I am applying the LogisticRegression() function of the scikit module to imbalanced data. How can I use the *class_weight* parameter to assign different weights to the classes?

+2 votes

Best answer

The *class_weight* parameter of the *LogisticRegression()* function of the *scikit-learn* module takes a dictionary or 'balanced' as values. If you want to assign equal weight to each class in imbalanced data, you can use *class_weight='balanced'.*

>>> from sklearn.linear_model import LogisticRegression

>>> clf = LogisticRegression(random_state=0, class_weight='balanced')

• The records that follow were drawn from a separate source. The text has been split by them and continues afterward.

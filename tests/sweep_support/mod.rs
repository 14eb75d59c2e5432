//! Stations, and the reference parts as networks of ideal R, L and C with exactly known impedance.
#![allow(dead_code)]

use num_complex::Complex64;
use reelgate::station::{Column, Compensation, Layout, Method, Reference, Station, Uncertainty};
use reelgate::sweep::{Attempt, RawFile, Sweep, read_file};
use std::f64::consts::TAU;
use std::path::PathBuf;

/// A network of ideal elements.
pub enum Net {
    R(f64),
    L(f64),
    C(f64),
    Series(Vec<Net>),
    Parallel(Vec<Net>),
}
use Net::{C, L, Parallel, R, Series};

impl Net {
    pub fn impedance(&self, f: f64) -> Complex64 {
        let jw = Complex64::new(0.0, TAU * f);
        match self {
            R(r) => (*r).into(),
            L(l) => jw * l,
            C(c) => (jw * c).inv(),
            Series(all) => all.iter().map(|n| n.impedance(f)).sum(),
            Parallel(all) => all
                .iter()
                .map(|n| n.impedance(f).inv())
                .sum::<Complex64>()
                .inv(),
        }
    }
}

fn rl(r: f64, l: f64) -> Net {
    Parallel(vec![R(r), L(l)])
}

/// Series R-C with its corner at `f0`; R has six significant digits, as in the netlists.
fn relaxation(c: f64, f0: f64) -> Net {
    let r: f64 = format!("{:.5e}", 1.0 / (TAU * f0 * c))
        .parse()
        .expect("number");
    Series(vec![R(r), C(c)])
}

fn decades(c: f64, first: f64, n: i32) -> impl Iterator<Item = Net> {
    (0..n).map(move |k| relaxation(c, first * 10f64.powi(k)))
}

/// The reference parts by name: class 2 and class 1 ceramic, polymer, electrolytic, film.
pub fn part(name: &str) -> Net {
    match name {
        "mlcc_100n_0402_x7r" => {
            let mut body = vec![C(78e-9), R(10e9)];
            body.extend(decades(2.85e-9, 31.6, 8));
            Series(vec![
                R(14e-3),
                L(0.30e-9),
                rl(3e-3, 60e-12),
                rl(8e-3, 40e-12),
                rl(30e-3, 20e-12),
                Parallel(body),
            ])
        }
        "mlcc_4u7_0805_x7r" => {
            let mut body = vec![C(3.35e-6), R(100e6)];
            body.extend(decades(0.19e-6, 31.6, 8));
            Series(vec![
                R(2.2e-3),
                L(0.45e-9),
                rl(1.2e-3, 80e-12),
                rl(3e-3, 60e-12),
                rl(10e-3, 40e-12),
                Parallel(body),
            ])
        }
        "c0g_1n_0402" => {
            let mut body = vec![C(1.004e-9), R(100e9)];
            body.extend(decades(0.29e-12, 31.6, 8));
            Series(vec![
                R(45e-3),
                L(0.34e-9),
                rl(25e-3, 60e-12),
                rl(60e-3, 40e-12),
                Parallel(body),
            ])
        }
        "film_1u_pp" => {
            let mut body = vec![C(0.9935e-6), R(30e9)];
            body.extend(decades(0.29e-9, 31.6, 8));
            Series(vec![
                R(4e-3),
                L(10e-9),
                rl(3e-3, 1.5e-9),
                rl(15e-3, 1e-9),
                Parallel(body),
            ])
        }
        "polymer_47u" => {
            let ladder = Series(vec![
                R(6e-3),
                Parallel(vec![
                    C(13e-6),
                    Series(vec![
                        R(14e-3),
                        Parallel(vec![C(12e-6), Series(vec![R(40e-3), C(8e-6)])]),
                    ]),
                ]),
            ]);
            let body = vec![
                C(13e-6),
                R(100e3),
                relaxation(0.9e-6, 30.0),
                relaxation(0.9e-6, 200.0),
                relaxation(0.4e-6, 1e3),
                ladder,
            ];
            Series(vec![
                R(4e-3),
                L(1.4e-9),
                rl(2e-3, 0.3e-9),
                rl(8e-3, 0.2e-9),
                R(2e-3),
                Parallel(body),
            ])
        }
        "alu_330u" => {
            let ladder = Series(vec![
                R(60e-3),
                Parallel(vec![
                    C(110e-6),
                    Series(vec![
                        R(150e-3),
                        Parallel(vec![C(70e-6), Series(vec![R(400e-3), C(20e-6)])]),
                    ]),
                ]),
            ]);
            let body = vec![
                C(105e-6),
                R(50e3),
                relaxation(8e-6, 5.0),
                relaxation(14e-6, 40.0),
                relaxation(12e-6, 300.0),
                ladder,
            ];
            Series(vec![
                R(45e-3),
                L(11e-9),
                rl(30e-3, 3e-9),
                rl(100e-3, 2e-9),
                R(20e-3),
                Parallel(body),
            ])
        }
        other => panic!("no part {other}"),
    }
}

pub const PARTS: [&str; 6] = [
    "mlcc_100n_0402_x7r",
    "mlcc_4u7_0805_x7r",
    "polymer_47u",
    "alu_330u",
    "film_1u_pp",
    "c0g_1n_0402",
];

pub fn layout(columns: &[(Column, &str)]) -> Layout {
    Layout {
        columns: columns.iter().map(|(c, h)| (*c, (*h).to_owned())).collect(),
        peak: false,
    }
}

/// The columns of the two-channel reference sweeps.
pub fn two_channel() -> Layout {
    layout(&[
        (Column::Frequency, "f_Hz"),
        (Column::ARe, "A_re_V"),
        (Column::AIm, "A_im_V"),
        (Column::BRe, "B_re_V"),
        (Column::BIm, "B_im_V"),
    ])
}

pub fn resistance_reactance() -> Layout {
    layout(&[
        (Column::Frequency, "f_Hz"),
        (Column::Resistance, "Z_re_ohm"),
        (Column::Reactance, "Z_im_ohm"),
    ])
}

pub fn station(method: Method, layout: Option<Layout>) -> Station {
    Station {
        name: "BENCH-T".to_owned(),
        instrument: None,
        jig: None,
        method,
        reference: (method == Method::SeriesReference).then_some(Reference {
            resistance: 1.0,
            tolerance: 0.0,
            inductance: 0.3e-9,
        }),
        layout,
        compensation: Compensation::default(),
        uncertainty: Uncertainty::default(),
        watch: None,
        instrument_link: None,
        jig_check: None,
    }
}

pub fn reference_file(path: &str) -> RawFile {
    let full = PathBuf::from(env!("CARGO_MANIFEST_DIR"))
        .join("tests/reference")
        .join(path);
    let bytes = std::fs::read(&full).unwrap_or_else(|e| panic!("{}: {e}", full.display()));
    RawFile {
        name: path.to_owned(),
        bytes,
    }
}

pub fn one(file: &RawFile, station: &Station) -> Attempt {
    let mut attempts = read_file(file, station, None);
    assert_eq!(attempts.len(), 1);
    attempts.remove(0)
}

pub fn sweep(file: &RawFile, station: &Station) -> Sweep {
    let attempt = one(file, station);
    attempt
        .sweep
        .unwrap_or_else(|faults| panic!("{}: {faults:?}", file.name))
}

/// Largest relative error of the impedance against the part's own.
pub fn largest_error(sweep: &Sweep, part: &Net) -> f64 {
    let error = |(f, z): (&f64, &Complex64)| {
        let truth = part.impedance(*f);
        ((z - truth) / truth).norm()
    };
    sweep
        .frequency
        .iter()
        .zip(&sweep.impedance)
        .map(error)
        .fold(0.0, f64::max)
}

pub fn codes(attempt: &Attempt) -> Vec<String> {
    match &attempt.sweep {
        Ok(_) => Vec::new(),
        Err(faults) => faults.iter().map(|f| f.code.clone()).collect(),
    }
}

/// Normal random numbers from a seed (SplitMix64 and Box-Muller): the same on every machine.
pub struct Random(pub u64);

impl Random {
    fn unit(&mut self) -> f64 {
        self.0 = self.0.wrapping_add(0x9E37_79B9_7F4A_7C15);
        let mut z = self.0;
        z = (z ^ (z >> 30)).wrapping_mul(0xBF58_476D_1CE4_E5B9);
        z = (z ^ (z >> 27)).wrapping_mul(0x94D0_49BB_1331_11EB);
        ((z ^ (z >> 31)) >> 11) as f64 / (1u64 << 53) as f64
    }

    pub fn uniform(&mut self, from: f64, to: f64) -> f64 {
        from + (to - from) * self.unit()
    }

    /// Complex normal with unit mean square.
    pub fn complex(&mut self) -> Complex64 {
        let radius = (-(1.0 - self.unit()).ln()).sqrt();
        Complex64::from_polar(radius, TAU * self.unit())
    }
}
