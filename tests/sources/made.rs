//! Stations and sweeps for these tests; every sweep is another one.

use reelgate::station::{self, Station};
use std::f64::consts::TAU;
use std::fmt::Write;

/// Points of a whole sweep in these tests.
pub const POINTS: usize = 60;

/// A station whose sweeps have columns of resistance and reactance. `more` is added to its file.
pub fn station(more: &str) -> Station {
    let text = format!(
        "station: T\nmethod: direct\nlayout:\n  columns: {{frequency: \"Frequency (Hz)\", \
         resistance: \"R (Ohm)\", reactance: \"X (Ohm)\"}}\n{more}"
    );
    station::read("t.yaml", text.as_bytes()).unwrap_or_else(|faults| panic!("{faults}"))
}

/// The `watch` of a station file.
pub fn watch(more: &str) -> station::Watch {
    let text = format!("watch: {{folder: sweeps{more}}}\n");
    station(&text).watch.expect("a watch")
}

/// A sweep of so many points as a program saves it. No two of different `seed` are the same.
pub fn sweep_of(points: usize, seed: u64) -> String {
    let mut text = String::from("made for a test\nFrequency (Hz),R (Ohm),X (Ohm)\n");
    let mut state = seed.wrapping_mul(0x9e37_79b9_7f4a_7c15) | 1;
    for i in 0..points {
        // xorshift64 (Marsaglia 2003) for a little noise.
        state ^= state << 13;
        state ^= state >> 7;
        state ^= state << 17;
        let noise = 1.0 + (state >> 40) as f64 / (1u64 << 24) as f64 * 1e-3;
        let frequency = 100.0 * 10f64.powf(i as f64 / 10.0);
        let reactance = TAU * frequency * 1e-9 - 1.0 / (TAU * frequency * 100e-9);
        let _ = writeln!(
            text,
            "{frequency:.6e},{:.9e},{:.9e}",
            0.02 * noise,
            reactance * noise
        );
    }
    text
}

/// A whole sweep.
pub fn sweep(seed: u64) -> String {
    sweep_of(POINTS, seed)
}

When 'balanced' is used, it adjusts weights of the classes inversely proportional to their frequencies in the input data.

Here is an example to show how the weight is computed when 'balanced' is used.

>>> import numpy as np>>> y=np.asarray([1,0,0,1,1,0,0,0,0,0,1])>>> yarray([1, 0, 0, 1, 1, 0, 0, 0, 0, 0, 1])>>> n_samples = len(y)>>> n_classes = 2>>> n_samples / (n_classes * np.bincount(y))array([0.78571429, 1.375 ])

In case, you want manually to assign different weights to classes, you can do it using a dictionary.

>>> clf = LogisticRegression(random_state=0, class_weight={0:2,1:3})

In the above example, ratio of weights of class 0 to class 1 is 2/3.